Compatible sets do not contain the arguments A and B if A attacks B (or vice versa); however they can accommodate weak attacks between their members. This means in Example 3, the set \(\left\{ A_5,A_6\right\} \) is compatible, but \(\left\{ A_2, A_6\right\} \) is not. Now we are entitled to define semantics to deal with compatible sets:

Definition 11

(Semantics). Let \( AF = (\mathcal A, \mathcal D, \mathcal D')\) be an \( AF _2\) and \(S \subseteq \mathcal A\) be a compatible set of arguments. Then \(X \in \mathcal A\) is acceptable with respect to S iff

  • \(\forall Y \in \mathcal A\) such that \((Y,X) \in \mathcal D\) : \(\exists Z \in S\) such that \((Z, Y ) \in \mathcal D\) and

  • \(\forall Y \in \mathcal A\) such that \((Y,X) \in \mathcal D'\) : \(\exists Z \in S\) such that \((Z, Y ) \in \mathcal D \cup \mathcal D'\).

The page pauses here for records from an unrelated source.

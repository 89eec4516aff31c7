import path from 'node:path';
import { fileURLToPath } from 'node:url';
import { ESLint } from 'eslint';
import tseslint from 'typescript-eslint';
import { beforeAll, describe, expect, it, vi } from 'vitest';

// The files named here do not exist: what is checked is that the project's own lint configuration, as it
// stands, refuses them. Rules that ask the compiler need real files and are left out.

const root = fileURLToPath(new URL('../..', import.meta.url));
const withoutTypes = [
  { files: ['**/*.{ts,tsx}'], ...tseslint.configs.disableTypeChecked },
  { files: ['**/*.{ts,tsx}'], languageOptions: { parserOptions: { project: null } } },
];
let eslint: ESLint;

// The first file of a kind loads its rules.
vi.setConfig({ testTimeout: 60_000 });

beforeAll(() => {
  eslint = new ESLint({ cwd: root, overrideConfig: withoutTypes });
});

async function rulesBroken(file: string, text: string): Promise<readonly string[]> {
  const [result] = await eslint.lintText(text, { filePath: path.join(root, file) });
  return (result?.messages ?? []).map((message) => message.ruleId ?? `parse: ${message.message}`);
}

function importing(specifier: string): string {
  return `import { thing } from '${specifier}';\n\nexport const other = thing;\n`;
}

describe('the import table, by lint', () => {
  it.each([
    ['units building on numerics', 'src/domain/units/x.ts', '../numerics/y'],
    ['physics reaching into the Book', 'src/domain/gap/x.ts', '../book/y'],
    ['physics asking a rule', 'src/domain/spark/x.ts', '../rules/y'],
    ['physics building on what stands behind it', 'src/domain/gap/x.ts', '../spark/y'],
    ['new physics building on other new physics', 'src/domain/newest/x.ts', '../newer/y'],
    ['listed physics building on new physics', 'src/domain/calibration/x.ts', '../newest/y'],
    ['the Book asking a rule', 'src/domain/book/documents/x.ts', '../../rules/y'],
    ['the Book asking physics', 'src/domain/book/x.ts', '../gap/y'],
    ['a rule knowing the wire', 'src/domain/rules/x.ts', '../handover/y'],
    ['the domain knowing data', 'src/domain/report/x.ts', '../../data/y'],
    ['the domain using a package', 'src/domain/gap/x.ts', 'react'],
    ['the domain using Node', 'src/domain/gap/x.ts', 'node:fs'],
    ['a component knowing data', 'src/components/x.tsx', '../data/y'],
    ['a component knowing the Book', 'src/components/chart/x.tsx', '../../domain/book/y'],
    ['a component knowing a feature', 'src/components/x.tsx', '../features/bench/y'],
    ['a component using the browser database', 'src/components/x.tsx', 'dexie'],
    ['data knowing a component', 'src/data/x.ts', '../components/y'],
    ['data knowing a feature', 'src/data/x.ts', '../features/bench/y'],
    ['data using React outside a hook', 'src/data/x.ts', 'react'],
    ['a feature knowing another', 'src/features/bench/x.tsx', '../desk/y'],
    ['a feature of tomorrow knowing another', 'src/features/tomorrow/x.tsx', '../bench/y'],
    ['a feature knowing app', 'src/features/bench/x.tsx', '../../app/y'],
    ['a feature using Node', 'src/features/bench/x.tsx', 'node:path'],
    ['config knowing data', 'src/config/x.ts', '../data/y'],
    ['app knowing the server', 'src/app/x.tsx', '../../server/config'],
    ['a folder of src that has no row', 'src/novelty/x.ts', '../domain/units/y'],
    ['http knowing a server feature', 'server/http/x.ts', '../accounts/y'],
    ['db knowing a server feature', 'server/db/x.ts', '../handover/y'],
    ['a server feature knowing another', 'server/crew/x.ts', '../accounts/y'],
    ["a server feature knowing a port's store", 'server/crew/x.ts', '../mail/mail-store'],
    ['a server feature knowing the composition root', 'server/crew/x.ts', '../context'],
    ['a server feature knowing the client', 'server/crew/x.ts', '../../src/data/y'],
    ['a server feature knowing migrations', 'server/crew/x.ts', '../../migrations/y'],
    ['the server using React', 'server/crew/x.ts', 'react'],
    ['the settings knowing the server', 'server/config.ts', './http/y'],
    ['a start script knowing the server', 'server/launch/x.mjs', '../config'],
    ['the server knowing a start script', 'server/crew/x.ts', '../launch/y.mjs'],
    ['a migration knowing the domain', 'migrations/20260101000000_make_x.ts', '../src/domain/units/y'],
    ['a migration using a package', 'migrations/20260101000000_make_x.ts', 'zod'],
    ['seeds knowing data', 'seeds/x.ts', '../src/data/y'],
    ['anything knowing tests', 'src/data/x.ts', '../../tests/support/y'],
    ['anything knowing a test beside it', 'server/crew/x.ts', './y.test'],
  ])('refuses %s', async (_what, file, specifier) => {
    expect(await rulesBroken(file, importing(specifier))).toEqual(['holdoff/import-zones']);
  });

  it.each([
    ['a type', "export type Other = import('../desk/y').Thing;\n"],
    ['a lazy import', "export const load = () => import('../desk/y');\n"],
    ['a type-only import', "import type { Thing } from '../desk/y';\n\nexport type Other = Thing;\n"],
  ])('is not evaded by %s', async (_what, text) => {
    expect(await rulesBroken('src/features/bench/x.ts', text)).toContain('holdoff/import-zones');
  });

  it.each([
    ['numerics building on units', 'src/domain/numerics/x.ts', '../units/y'],
    ['physics building on what stands before it', 'src/domain/spark/x.ts', '../gap/y'],
    ['new physics building on listed physics', 'src/domain/newest/x.ts', '../gap/y'],
    ['the Book building on units', 'src/domain/book/documents/x.ts', '../../units/y'],
    ['a rule asking physics', 'src/domain/rules/x.ts', '../charging/y'],
    ['the wire knowing the Book', 'src/domain/handover/x.ts', '../book/y'],
    ['the domain using zod', 'src/domain/book/x.ts', 'zod/mini'],
    ['the domain hashing', 'src/domain/book/x.ts', '@noble/hashes/sha2.js'],
    ['a component speaking in units', 'src/components/x.tsx', '../domain/units/y'],
    ['data knowing the domain', 'src/data/x.ts', '../domain/book/y'],
    ['a live-query hook using React', 'src/data/use-rigs.ts', 'react'],
    ['a feature using a component', 'src/features/tomorrow/x.tsx', '../../components/y'],
    ['a feature using its own files', 'src/features/tomorrow/x.tsx', './y'],
    ['app composing features', 'src/app/x.tsx', '../features/bench/y'],
    ['the entry knowing app', 'src/main.tsx', './app/y'],
    ['a server feature using the domain', 'server/crew/x.ts', '../../src/domain/book/y'],
    ['a server feature using db', 'server/crew/x.ts', '../db/y'],
    ['a server feature sending mail', 'server/crew/x.ts', '../mail/mail-port'],
    ['the composition root assembling', 'server/context.ts', './crew/y'],
    ['maintenance knowing migrations', 'server/maintenance/x.ts', '../../migrations/y'],
    ['seeds knowing the domain', 'seeds/x.ts', '../src/domain/book/y'],
    ['a test beside the code knowing tests', 'server/crew/x.api.test.ts', '../../tests/support/y'],
  ])('lets %s pass', async (_what, file, specifier) => {
    expect(await rulesBroken(file, importing(specifier))).toEqual([]);
  });
});

describe('the other habits, by lint', () => {
  it.each([
    ['a clock in the domain', 'src/domain/gap/x.ts', 'export const now = () => Date.now();\n'],
    ['a clock in the domain, dressed up', 'src/domain/gap/x.ts', 'export const now = () => new Date();\n'],
    ['dice in the domain', 'src/domain/gap/x.ts', 'export const roll = () => Math.random();\n'],
    ['a random id in the domain', 'src/domain/book/x.ts', 'export const id = () => crypto.randomUUID();\n'],
    ['a default export', 'src/app/x.ts', 'export default 1;\n'],
    ['a barrel', 'src/components/index.ts', "export * from './y';\n"],
    ['a barrel of named things', 'src/components/index.ts', "export { y } from './y';\n"],
    ['module-level state', 'src/data/x.ts', 'let count = 0;\n\nexport const next = () => (count += 1);\n'],
    [
      'a number that leaks into the page',
      'src/features/bench/x.tsx',
      'export const List = ({ count }: { count: number }) => <p>{count && <b>some</b>}</p>;\n',
    ],
  ])('refuses %s', async (_what, file, text) => {
    expect(await rulesBroken(file, text)).toEqual(['no-restricted-syntax']);
  });

  it('wants files named in kebab-case', async () => {
    expect(await rulesBroken('src/features/bench/BenchFace.tsx', 'export const one = 1;\n')).toEqual([
      'holdoff/kebab-case-file',
    ]);
    expect(await rulesBroken('migrations/20260101000000_make_x.ts', 'export const one = 1;\n')).toEqual([]);
  });

  it('finds a cycle', async () => {
    const strict = new ESLint({
      cwd: root,
      overrideConfig: [...withoutTypes, { ignores: ['!tests/fixtures/import-cycle/**'] }],
    });
    const results = await strict.lintFiles('tests/fixtures/import-cycle/*.ts');
    const rules = results.flatMap((result) => result.messages.map((message) => message.ruleId));
    expect(rules).toEqual(['holdoff/no-import-cycle', 'holdoff/no-import-cycle']);
  });

  it('keeps no suppression that suppresses nothing', async () => {
    const [result] = await eslint.lintText('// eslint-disable-next-line eqeqeq\nexport const one = 1;\n', {
      filePath: path.join(root, 'src/app/x.ts'),
    });
    expect(result?.errorCount).toBe(1);
  });
});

We define \(f_ AF (S) = \left\{ A \in \mathcal A\mid A \text { is acceptable w.r.t. } S\right\} \). For a compatible set S in \( AF \), we say 1) S is an admissible set of \( AF \) iff \(S \subseteq F_ AF (S)\); 2) S is a complete extension of \( AF \) iff \(f_ AF (S) = S\); 3) S is a preferred extension of \( AF \) iff it is a set inclusion maximal complete extension of \( AF \); 4) S is the grounded extension iff it is the set inclusion minimal complete extension of \( AF \); 5) S is a stable extension iff S is complete extension of \( AF \) and \(\forall Y \not \in S\), \(\exists X \in S\) s.t. \((X, Y ) \in \mathcal D \cup \mathcal D'\). 6) S is a semi-stable extension iff it is a complete extension of \( AF \) such that there is no complete extension \(S_1\) of \( AF \) in which \(S \cup S^+ \subset S_1 \cup S_1^+\).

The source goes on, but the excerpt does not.